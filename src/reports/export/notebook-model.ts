// What an export or the report page says about a notebook: per conjecture, its expectation, the
// latest outcome, what the ledger verifies (exhaustive sizes: proof for those sizes) and what it
// only sampled (evidence, not proof), staleness, time spent, and its counterexample if one is saved.

import type { LedgerRecord } from '../../records/ledger.js';
import type { ConjectureStatus } from '../../records/status.js';
import { exhaustiveText, sampledText } from '../status-table.js';
import type { CounterexampleModel } from './counterexample-model.js';

export type SizeState = 'verified' | 'failed' | 'sampled' | 'sample-failed' | 'unfinished';

export interface SizeCell {
  /** The size's value (the first range binding), or null for a conjecture without one. */
  size: number | null;
  label: string;
  state: SizeState;
  cases: number;
}

export interface NotebookEntry {
  id: string;
  file: string;
  statement: string;
  expect: string;
  /** holds / fails / incomplete / never checked */
  latest: string;
  latestAt: string | null;
  /** Whether the latest outcome agrees with the expectation (null: nothing to compare). */
  agrees: boolean | null;
  exhaustive: string;
  sampled: string;
  sizes: SizeCell[];
  stale: string | null;
  /** Milliseconds spent on the records that count (the current hash). */
  ms: number;
  counterexample: CounterexampleModel | null;
  /** The counterexample file, relative to the project root, when one exists. */
  counterexampleFile: string | null;
}

export interface NotebookModel {
  title: string;
  generatedAt: string;
  tool: string;
  entries: NotebookEntry[];
}

const first = (size: Record<string, number>): number | null => {
  const v = Object.values(size);
  return v.length ? v[0] : null;
};
const label = (size: Record<string, number>) =>
  Object.entries(size)
    .map(([k, v]) => `${k} = ${v}`)
    .join(', ') || 'once';

function sizeCells(s: ConjectureStatus): SizeCell[] {
  const cells: SizeCell[] = [];
  for (const e of s.exhaustive)
    cells.push({ size: first(e.size), label: label(e.size), state: e.failures ? 'failed' : 'verified', cases: e.cases });
  for (const u of s.unfinished) cells.push({ size: first(u.size), label: label(u.size), state: 'unfinished', cases: 0 });
  for (const e of s.sampled)
    cells.push({ size: first(e.size), label: label(e.size), state: e.failures ? 'sample-failed' : 'sampled', cases: e.cases });
  return cells.sort((a, b) => (a.size ?? 0) - (b.size ?? 0));
}

export function notebookEntry(
  s: ConjectureStatus,
  statement: string,
  records: readonly LedgerRecord[],
  counterexample: { model: CounterexampleModel; file: string } | null,
): NotebookEntry {
  const counted = records.filter((r) => r.id === s.id && r.hash === s.hash);
  return {
    id: s.id,
    file: s.file,
    statement,
    expect: s.expect,
    latest: s.latest ? s.latest.outcome : 'never checked',
    latestAt: s.latest ? s.latest.at : null,
    agrees: s.agrees,
    exhaustive: exhaustiveText(s),
    sampled: sampledText(s),
    sizes: sizeCells(s),
    stale: s.stale
      ? `${s.stale.records} record${s.stale.records === 1 ? '' : 's'} of ${s.stale.versions} earlier version${s.stale.versions === 1 ? '' : 's'}`
      : null,
    ms: counted.reduce((a, r) => a + r.ms, 0),
    counterexample: counterexample ? counterexample.model : null,
    counterexampleFile: counterexample ? counterexample.file : null,
  };
}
= = =
### What is expected
Among the records, find every line holding the word "spent" and copy it.

### Exercise result
// only sampled (evidence, not proof), staleness, time spent, and its counterexample if one is saved.
  /** Milliseconds spent on the records that count (the current hash). */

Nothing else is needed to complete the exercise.